Multiobjective approximate gradient projection method for constrained vector optimization: sequential optimality conditions without constraint qualifications (Q2122022)

This paper extends the concepts related to multiobjective optimization (MOP) problems to multiobjective approximate gradient projection (MAGP) optimality conditions using the scalarization technique to so-called linear multiobjective approximate gradient projection (LMAGP) in which additional conditions are imposed on linear constraints compared to MAGP. The outline of this article is as follows: Section 2, some preliminaries related to the basic properties of a set-valued mapping as the sequential Painlevé-Kuratowski outer/upper limit of a map \(F(x)\), are given.

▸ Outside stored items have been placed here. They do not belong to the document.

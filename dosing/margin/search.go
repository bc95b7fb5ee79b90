package margin

import (
	"math"

	"beckline/carbonate"
	"beckline/dosing"
)

const (
	searchSteps = 40
	// searchTolerance is the last step, as a share of the dose, that is taken
	// without another look: what is left after it is smaller by the bend of the
	// figure over that step, far below what a margin shows.
	searchTolerance = 1e-3
)

// figure is the target's figure of a raw water at the target's station.
func (m *model) figure(k *carbonate.Constants, raw carbonate.Water, d doses) (float64, bool) {
	w, ok := m.walk(k, raw, d, m.to)
	if !ok {
		return 0, false
	}
	st, err := k.Solve(w)
	if err != nil {
		return 0, false
	}
	return m.targets[0].Figure(&st, m.organics)
}

// slope is the target's figure per dose at the answer; 0 where unknown. Few
// answers need it, so it is found when first asked for.
func (m *model) slope() float64 {
	m.slopeOnce.Do(func() {
		const step = 1e-4
		dose := m.feeds[0].dose
		a, okA := m.figure(m.k, m.raw, doses{dose * (1 - step)})
		b, okB := m.figure(m.k, m.raw, doses{dose * (1 + step)})
		if okA && okB {
			m.slopeAt = (b - a) / (2 * step * dose)
		}
	})
	return m.slopeAt
}

// past tells whether a water is at or beyond the target without a dose.
func (m *model) past(k *carbonate.Constants, raw carbonate.Water) bool {
	v, ok := m.figure(k, raw, doses{})
	return ok && (m.targets[0].Value-v)*m.slope() <= 0
}

// search finds the dose by secants from a guess.
func (m *model) search(k *carbonate.Constants, raw carbonate.Water, guess float64) float64 {
	if m.slope() == 0 {
		return math.Inf(1)
	}
	answered := m.feeds[0].dose
	dose, slope := max(guess, answered/10), m.slope()
	var lastDose, lastFigure float64
	for i := range searchSteps {
		v, ok := m.figure(k, raw, doses{dose})
		if !ok {
			return math.Inf(1)
		}
		if i > 0 && dose != lastDose {
			if now := (v - lastFigure) / (dose - lastDose); now*slope > 0 {
				slope = now
			}
		}
		lastDose, lastFigure = dose, v
		step := (m.targets[0].Value - v) / slope
		if math.Abs(step) <= searchTolerance*max(dose, answered) {
			return max(dose+step, 0)
		}
		next := min(dose+step, 4*dose+answered)
		if next <= 0 {
			if m.past(k, raw) {
				return 0
			}
			next = dose / 4
		}
		dose = next
	}
	return math.Inf(1)
}

// lacking is how far a water with two doses is from both targets. For a pH it is
// the alkalinity that it lacks there, eq/L, which is nearly linear in the doses.
func (m *model) lacking(k *carbonate.Constants, raw carbonate.Water, d doses) (f [2]float64, ok bool) {
	w, ok := m.walk(k, raw, d, m.to)
	if !ok {
		return f, false
	}
	var st carbonate.State
	solved := false
	for i, t := range m.targets {
		if t.Kind == dosing.TargetPH {
			alk, err := k.AlkalinityAt(t.Value, w)
			if err != nil {
				return f, false
			}
			f[i] = w.Alkalinity - alk
			continue
		}
		if !solved {
			var err error
			if st, err = k.Solve(w); err != nil {
				return f, false
			}
			solved = true
		}
		v, ok := t.Figure(&st, m.organics)
		if !ok {
			return f, false
		}
		f[i] = v - t.Value
	}
	return f, true
}

// slopes are those of what is lacking with each dose at the answer, inverted.
func (m *model) slopes() *[2][2]float64 {
	m.slopeOnce.Do(func() {
		const step = 1e-4
		d := m.answered()
		size := max(d[0], d[1])
		var j [2][2]float64
		for n := range d {
			low, high := d, d
			by := step * max(d[n], size/100)
			low[n], high[n] = max(d[n]-by, 0), d[n]+by
			a, okA := m.lacking(m.k, m.raw, low)
			b, okB := m.lacking(m.k, m.raw, high)
			if !okA || !okB {
				return
			}
			for i := range a {
				j[i][n] = (b[i] - a[i]) / (high[n] - low[n])
			}
		}
		if det := j[0][0]*j[1][1] - j[0][1]*j[1][0]; det != 0 {
			m.inverse = [2][2]float64{{j[1][1] / det, -j[0][1] / det}, {-j[1][0] / det, j[0][0] / det}}
		}
	})
	return &m.inverse
}

// searchPair finds both doses by chords with the slopes of the answer. A pair
// that would need less than nothing of one product is held at nothing of it.
func (m *model) searchPair(k *carbonate.Constants, raw carbonate.Water, d doses) doses {
	none := doses{math.Inf(1), math.Inf(1)}
	j := m.slopes()
	size := max(m.feeds[0].dose, m.feeds[1].dose)
	for range searchSteps {
		base := doses{max(d[0], 0), max(d[1], 0)}
		f, ok := m.lacking(k, raw, base)
		if !ok {
			return none
		}
		s0, s1 := j[0][0]*f[0]+j[0][1]*f[1], j[1][0]*f[0]+j[1][1]*f[1]
		if s0 == 0 && s1 == 0 && (f[0] != 0 || f[1] != 0) {
			return none
		}
		next := doses{base[0] - s0, base[1] - s1}
		if math.Abs(next[0]-d[0])+math.Abs(next[1]-d[1]) <= 0.1*searchTolerance*size {
			return doses{max(next[0], 0), max(next[1], 0)}
		}
		d = next
	}
	return none
}
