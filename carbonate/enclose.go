package carbonate

import "math"

// Encloses proves a pH without solving for it. The proton excess of a water
// rises strictly with the hydrogen-ion activity, so if it lies on either side of
// the balance at pH - within and at pH + within, with the ions fully converged at
// both, then the water's pH is between the two. offset is where, by a straight
// line, relative to the pH given; it uses nothing of Solve but the definition.
func (k *Constants) Encloses(pH, within float64, w Water) (offset float64, ok bool) {
	if check(&w) != nil {
		return 0, false
	}
	protons := 2*w.Totals[Carbon] - w.Alkalinity
	excess := func(pH float64) (float64, bool) {
		var p point
		p.start(k, &w.Totals, w.Background)
		p.setH(math.Exp(-pH * math.Ln10))
		ok := p.converge(carbonGiven, 0) && p.ionic <= MaxIonicStrength
		return p.protons() - p.minorAlk - protons, ok
	}
	low, okLow := excess(pH - within)
	high, okHigh := excess(pH + within)
	if !okLow || !okHigh || !(low > 0 && high < 0) {
		return 0, false
	}
	return within * (low + high) / (low - high), true
}
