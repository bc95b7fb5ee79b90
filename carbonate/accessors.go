package carbonate

import "math"

// DaviesSlope is the slope A of log10 gamma = -A z^2 (sqrt I/(1+sqrt I) - 0.3 I)
// at the constants' temperature, (L/mol)^1/2.
func (k *Constants) DaviesSlope() float64 { return k.daviesA / math.Ln10 }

Section 3 is devoted to MAGP optimality conditions of multiobjective optimization problems and their associated constraint qualification. In Section 4, the behavior of LMAGP optimality conditions and the LMAGP-regularity property are discussed. The relationship between the introduced constraint qualifications is presented in Section 5 (``MAGP regularity implies LMAGP regularity, but converse may not be true'', ``LMAGP regularity implies Abadie's constraint qualification, but converse is not true'' or ``MAGP -- regularity implies Abadie's constraints qualification, but converse is not true''). Section 6 is dedicated to concluding remarks and future directions such'' MAGP-type optimality conditions can be derived for semi-infinite optimization problems (SIOP)''.